В настоящее время инкретиннаправленная терапия СД2 рассматривается как одна из наиболее перспективных и безопасных. Инкретиномиметики, включая ингибиторы дипептидилпептидазы-4 (ДПП-4), вызывают глюкозозависимое усиление секреции инсулина β-клетками, глюкозозависимое уменьшение секреции глюкагона, замедление опорожнения желудка и снижение потребления пищи за счет повышения чувства насыщения после еды. Следует подчеркнуть, что даже при условии жесткого контроля гликемии практически отсутствует риск развития тяжелых гипогликемий, т. к. необходимым условием стимуляции секреции инсулина β-клетками служит наличие минимального уровня глюкозы (не менее 4,5 ммоль/л). При нормальных значениях гликемии эффекты препаратов данных групп не проявляются.
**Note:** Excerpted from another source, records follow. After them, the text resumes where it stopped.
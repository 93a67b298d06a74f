"""Typed configuration schemas, registered in Hydra's ConfigStore.

The YAML options in ``configs/`` extend these schemas, so every key has a type
and a mistyped key or a value of the wrong type is refused while composing.
Value ranges and cross-key rules are checked afterwards by
:mod:`assimbench.validation`.
"""

from dataclasses import dataclass, field
from typing import Any, Optional

from hydra.core.config_store import ConfigStore
from omegaconf import MISSING

SCHEMA_PREFIX = "schema_"


@dataclass
class Lorenz63Config:
    """Lorenz-63: dx/dt = sigma (y - x), dy/dt = x (rho - z) - y, dz/dt = x y - beta z."""

    name: str = "lorenz63"
    sigma: float = 10.0
    rho: float = 28.0
    beta: float = 8.0 / 3.0
    dt: float = 0.01


@dataclass
class Lorenz96Config:
    """Lorenz-96 ring of ``size`` variables with forcing F, RK4 step ``dt``."""

    name: str = "lorenz96"
    size: int = 40
    forcing: float = 8.0
    dt: float = 0.01


@dataclass
class ObservationConfig:
    """Observe every ``stride``-th variable every ``interval`` model time units.

    y = h(truth) + N(0, error_std^2 I); ``interval`` must be a whole multiple
    of ``model.dt``.
    """

    interval: float = 0.05
    stride: int = 1
    error_std: float = 1.0


@dataclass
class ETKFConfig:
    """ETKF (Hunt et al. 2007); ``inflation`` multiplies the prior anomalies."""

    name: str = "etkf"
    members: int = 20
    inflation: float = 1.0


@dataclass
class ExperimentConfig:
    """A whole twin experiment.

    cycles: analyses to run; burn_in: leading cycles left out of time means;
    seed: base seed of truth, observations and ensembles; replicates:
    independent seeds run as one vectorised batch; initial_spread: standard
    deviation of the noise added to the truth to make the initial members;
    chunk_cycles: cycles per compiled chunk (streaming and progress);
    output: HDF5 file to write (relative paths go in the job's run folder).
    """

    model: Any = MISSING
    observation: ObservationConfig = field(default_factory=ObservationConfig)
    filter: Any = MISSING
    cycles: int = 2000
    burn_in: int = 500
    seed: int = 0
    replicates: int = 1
    initial_spread: float = 1.0
    chunk_cycles: int = 1000
    output: Optional[str] = "result.h5"


def register_schemas() -> None:
    """Store the schemas under names the YAML options extend (idempotent)."""
    store = ConfigStore.instance()
    store.store(name=SCHEMA_PREFIX + "experiment", node=ExperimentConfig)
    store.store(group="model", name=SCHEMA_PREFIX + "lorenz63", node=Lorenz63Config)
    store.store(group="model", name=SCHEMA_PREFIX + "lorenz96", node=Lorenz96Config)
    store.store(group="observation", name=SCHEMA_PREFIX + "observation", node=ObservationConfig)
    store.store(group="filter", name=SCHEMA_PREFIX + "etkf", node=ETKFConfig)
Поэтому одним из преимуществ этих препаратов является возможность их широкого применения больными СД2 с минимальным риском развития гипогликемий, в т. ч. в группах пожилых пациентов, пациентов с гипертензией и нарушением почечной функции средней тяжести, больных группы сердечно-сосудистого риска. Ингибиторы ДПП-4 можно комбинировать с любым сахароснижающим препаратом, в т. ч. с инсулином [18].

Одним из препаратов класса ингибиторов ДПП-4 является вилдаглиптин (Галвус). В ходе международных клинических исследований с участием свыше 22 тыс. больных СД2 и нарушенной толерантностью к глюкозе была показана эффективность вилдаглиптина при применении его как в виде монотерапии, так и в комбинации с другими сахароснижающими средствами. К настоящему времени проведена серия работ, в которых доказана целесообразность комбинированной терапии вилдаглиптина с метформином. Вилдаглиптин в комбинации с метформином оказывает синергичное влияние на синтез и активность глюкагон-подобного пептида-1 [19], обеспечивает эффективный гликемический контроль без риска развития гипогликемий и повышения массы тела. Так, наблюдательная программа «Эффективность препарата Галвус Мет (вилдаглиптин + метформин) в реальной клинической практике в Москве» показала высокую эффективность и безопасность подобного варианта комбинированной сахароснижающей терапии 3200 пациентов с СД2 (рис. 4–6) на протяжении 12 месяцев наблюдения [20].

В другом исследовании сравнивалась эффективность комбинированной терапии вилдаглиптином (50 мг × 2 р/сут) + метформин (1500 мг/сут) с комбинацией глимепирида (6 мг/сут) + метформин (1500 мг/сут). Было показано, что в течение года терапии показатели гликемического контроля были сходными в обеих группах: среднее снижение HbA1c на 0,7–0,8 % при исходном HbA1c – 7,3 % [21]. Через год терапии разница в динамике массы тела составила 2,8 кг между больными первой и второй групп. Частота гипогликемий в группе терапии вилдаглиптином + метформин оказалась минимальной, при этом тяжелых эпизодов не было зарегистрировано вообще (рис. 7) [21].

В последние годы появились сведения о том, что метформин способствует увеличению уровня глюкагон-подобного пептида-1. Среди предполагаемых механизмов обсуждается роль метформина в непосредственном усилении секреторной функции L-клеток кишечника, активации транскрипции/трансляции гена проглюкагона, снижении почечной экскреции глюкагон-подобного пептида-1, блокаде ДПП-4 [22]. Было показано, что повышение уровня глюкагон-подобного пептида-1 на фоне приема метформина и ингибиторов ДПП-4 идентично.

При комбинированном приеме метформина и ингибиторов ДПП-4 отмечается суммация эффекта.

Таким образом, комбинированная терапия метформином и ингибиторами ДПП-4 оказывает одновременное воздействие на ключевые звенья патогенеза СД2 – инсулинорезистентность и нарушение функции островковых клеток поджелудочной железы, что обеспечивает высокий терапевтический потенциал данному виду лечения.